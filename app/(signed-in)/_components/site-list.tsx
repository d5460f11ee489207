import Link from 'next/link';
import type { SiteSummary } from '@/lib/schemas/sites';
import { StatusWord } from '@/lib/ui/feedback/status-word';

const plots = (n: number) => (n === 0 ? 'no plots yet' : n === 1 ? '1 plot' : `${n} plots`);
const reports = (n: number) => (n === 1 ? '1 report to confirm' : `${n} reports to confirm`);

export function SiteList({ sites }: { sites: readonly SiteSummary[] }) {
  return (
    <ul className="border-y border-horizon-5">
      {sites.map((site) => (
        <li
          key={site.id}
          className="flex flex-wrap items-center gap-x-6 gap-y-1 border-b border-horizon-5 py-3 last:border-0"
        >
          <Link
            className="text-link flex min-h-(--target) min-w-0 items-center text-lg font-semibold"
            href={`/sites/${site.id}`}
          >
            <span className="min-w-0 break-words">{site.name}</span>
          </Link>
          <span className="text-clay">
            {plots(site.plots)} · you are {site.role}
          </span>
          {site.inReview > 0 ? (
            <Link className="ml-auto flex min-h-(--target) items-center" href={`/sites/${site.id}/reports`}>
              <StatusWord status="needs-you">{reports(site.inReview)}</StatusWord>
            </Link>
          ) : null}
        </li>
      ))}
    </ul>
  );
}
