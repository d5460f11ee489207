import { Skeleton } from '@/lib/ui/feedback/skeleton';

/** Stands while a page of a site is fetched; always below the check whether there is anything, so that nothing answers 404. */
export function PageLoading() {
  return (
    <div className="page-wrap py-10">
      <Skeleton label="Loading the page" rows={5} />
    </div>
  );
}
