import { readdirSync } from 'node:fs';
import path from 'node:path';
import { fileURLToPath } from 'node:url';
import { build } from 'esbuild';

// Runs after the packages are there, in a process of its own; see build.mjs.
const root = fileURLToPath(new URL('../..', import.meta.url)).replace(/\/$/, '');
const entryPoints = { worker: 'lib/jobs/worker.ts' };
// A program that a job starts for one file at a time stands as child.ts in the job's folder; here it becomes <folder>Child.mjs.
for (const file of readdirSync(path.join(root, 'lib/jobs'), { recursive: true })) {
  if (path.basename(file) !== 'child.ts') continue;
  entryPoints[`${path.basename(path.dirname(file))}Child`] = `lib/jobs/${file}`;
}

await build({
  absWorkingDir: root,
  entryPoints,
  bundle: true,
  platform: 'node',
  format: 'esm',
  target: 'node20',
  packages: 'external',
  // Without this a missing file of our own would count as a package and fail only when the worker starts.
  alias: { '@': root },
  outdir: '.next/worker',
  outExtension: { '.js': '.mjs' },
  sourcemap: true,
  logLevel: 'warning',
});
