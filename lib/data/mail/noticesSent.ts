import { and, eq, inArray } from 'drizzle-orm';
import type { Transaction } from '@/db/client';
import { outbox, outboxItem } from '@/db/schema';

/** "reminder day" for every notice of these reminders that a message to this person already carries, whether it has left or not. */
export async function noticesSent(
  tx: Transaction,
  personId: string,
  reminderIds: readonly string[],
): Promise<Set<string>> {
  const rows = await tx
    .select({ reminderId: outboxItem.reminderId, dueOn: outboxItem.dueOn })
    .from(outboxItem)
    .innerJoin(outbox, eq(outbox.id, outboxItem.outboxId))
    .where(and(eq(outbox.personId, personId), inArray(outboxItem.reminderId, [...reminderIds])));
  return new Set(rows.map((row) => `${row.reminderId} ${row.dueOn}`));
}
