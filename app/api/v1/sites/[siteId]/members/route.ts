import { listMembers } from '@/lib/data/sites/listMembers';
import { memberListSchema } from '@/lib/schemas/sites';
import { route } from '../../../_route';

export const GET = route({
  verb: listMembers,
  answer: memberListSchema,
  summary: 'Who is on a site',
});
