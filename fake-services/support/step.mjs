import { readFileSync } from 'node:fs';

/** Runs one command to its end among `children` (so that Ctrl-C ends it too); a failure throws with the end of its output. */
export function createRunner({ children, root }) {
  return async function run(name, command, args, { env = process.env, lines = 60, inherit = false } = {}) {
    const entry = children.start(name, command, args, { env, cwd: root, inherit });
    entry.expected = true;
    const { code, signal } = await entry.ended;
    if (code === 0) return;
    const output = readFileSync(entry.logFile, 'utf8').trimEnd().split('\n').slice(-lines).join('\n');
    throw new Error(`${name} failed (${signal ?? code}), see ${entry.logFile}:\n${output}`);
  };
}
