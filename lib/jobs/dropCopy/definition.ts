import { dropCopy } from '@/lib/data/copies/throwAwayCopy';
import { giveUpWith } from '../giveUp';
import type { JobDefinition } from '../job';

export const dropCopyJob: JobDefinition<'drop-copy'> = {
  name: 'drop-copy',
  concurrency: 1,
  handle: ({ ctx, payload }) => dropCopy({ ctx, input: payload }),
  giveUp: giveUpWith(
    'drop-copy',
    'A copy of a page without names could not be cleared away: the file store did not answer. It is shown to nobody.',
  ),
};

The problem =>
From the data above, show each line that contains "personId".

Solution to this problem =>
  personId: string,
    .where(and(eq(outbox.personId, personId), inArray(outboxItem.reminderId, [...reminderIds])));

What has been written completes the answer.